=== Begin Enclosure ===
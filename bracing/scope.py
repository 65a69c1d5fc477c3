"""What the check leaves out for a site: the limits a reviewer must see beside its results.

The engine puts the list on `SiteResult.not_checked`; the views only print it. Each item names
the walls it concerns (none: the whole site) and the method note or clause behind it
(method notes §11).
"""

from __future__ import annotations

from bracing.model import Site
from bracing.results import NotChecked

SEISMIC = NotChecked(
    item="seismic during construction",
    reason="not checked: ASCE 37-14 leaves it out unless the authority having jurisdiction "
           "requires it (unconfirmed reading: confirm in ASCE 37-14 and with that authority); "
           "earthquakes give no warning, so only strength and zones help",
    source="ASCE 37-14; method notes §11")
CORNERS = NotChecked(
    item="connected corners",
    reason="a wall bracing its neighbour through a connected corner is not credited: each wall "
           "is checked on its own braces",
    source="method notes §11")


def not_checked(site: Site, columns: dict[str, tuple]) -> list[NotChecked]:
    """The limits of the check for this site (`columns`: its panels' fields,
    model.read_panels), site-wide items first, then by element."""
    marks, materials, bracings = columns["mark"], columns["material"], columns["bracing"]
    kinds = {name: m.kind for name, m in site.materials.items()}

    def walls_where(test) -> list[str]:
        return [m for m, mat, b in zip(marks, materials, bracings) if test(mat, b)]

    def using(anchor_test) -> list[str]:
        def test(_, b):
            return b is not None and any(
                name is not None and anchor_test(site.anchor_types[name])
                for name in (b.wall_anchor, b.foot_anchor))
        return walls_where(test)

    def braced_with(brace_test) -> list[str]:
        return walls_where(lambda _, b: b is not None and brace_test(site.brace_types[b.brace_type]))

    items = [SEISMIC, CORNERS]
    entries = [
        ("framed sill fastenings",
         "no capacity given: the sill's nailing or bolting is the framer's; base uplift, "
         "sliding and kick-out of framed walls are not checked (braces that lift the wall are "
         "flagged)", "method notes §3, §11",
         walls_where(lambda mat, _: kinds[mat] == "framed")),
        ("reinforced masonry as a cantilever",
         "grouted masonry standing on its own is checked as unreinforced (weight and TMS 402-16 "
         "flexural tension only)", "method notes §3, §11",
         walls_where(lambda mat, _: kinds[mat] == "masonry"
                     and site.materials[mat].grouting in ("grouted", "solid"))),
        ("insert ratings",
         "taken from the file as given (the maker's allowable at the angle used); the panel's "
         "concrete strength at the insert on the lift day is not checked", "method notes §4, §11",
         using(lambda a: a.kind == "insert")),
        ("wall insert",
         "no insert type given: the brace's attachment to the wall is not checked",
         "method notes §11", walls_where(lambda _, b: b is not None and b.wall_anchor is None)),
        ("foot anchor",
         "no anchor type given: the brace's foot is not checked", "method notes §11",
         walls_where(lambda _, b: b is not None and b.foot_anchor is None)),
        ("stake and deck fastening ratings",
         "taken from the file as given (the maker's or engineer's allowable values)",
         "method notes §4, §11", using(lambda a: a.kind in ("stake", "deck"))),
        ("post-installed slab anchors",
         "the product report's values are not checked: pullout only where the file gives it, "
         "no adhesive bond strength, no minimum slab age", "ACI 318-19 §17.6.3, §17.6.5; "
         "method notes §11", using(lambda a: a.kind == "slab" and not a.cast_in)),
        ("deadman tipping",
         "no block length and pin height: its tipping about the toe is not checked",
         "method notes §4", using(lambda a: a.kind == "deadman" and a.length is None)),
        ("deadman toe bearing",
         "no block size (width and allowable bearing): the soil pressure under it is not "
         "checked", "method notes §4",
         using(lambda a: a.kind == "deadman" and a.allowable_bearing is None)),
        ("helical anchors",
         "capacity by the installation torque the crew reaches (ICC-ES AC358 K_t T); the soil "
         "and the shaft are not checked", "ICC-ES AC358; method notes §11",
         using(lambda a: a.kind == "helical")),
        ("brace ratings",
         "rated braces are taken from the maker's table as given, by length only",
         "method notes §11", braced_with(lambda t: t.kind == "rated")),
        ("brace capacity",
         "unrated brace: its forces are computed, its capacity is not checked",
         "method notes §11", braced_with(lambda t: t.kind == "unrated")),
        ("concrete wall bending",
         "a cracking check only (serviceability: shown, not counted in the status or speeds)",
         "ACI 318-19 Eq. 19.2.3.1; method notes §4",
         walls_where(lambda mat, b: b is not None and kinds[mat] == "concrete")),
    ]
    items += [NotChecked(item=item, reason=reason, source=source, walls=walls)
              for item, reason, source, walls in entries if walls]
    return items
=== End Enclosure ===
Exercise brief
The reply must consist solely of the lines from the one containing "318-19 Eq. 19.2.3.1;" through the last line in the material above, reproduced exactly.

Answer to the problem
         "ACI 318-19 Eq. 19.2.3.1; method notes §4",
         walls_where(lambda mat, b: b is not None and kinds[mat] == "concrete")),
    ]
    items += [NotChecked(item=item, reason=reason, source=source, walls=walls)
              for item, reason, source, walls in entries if walls]
    return items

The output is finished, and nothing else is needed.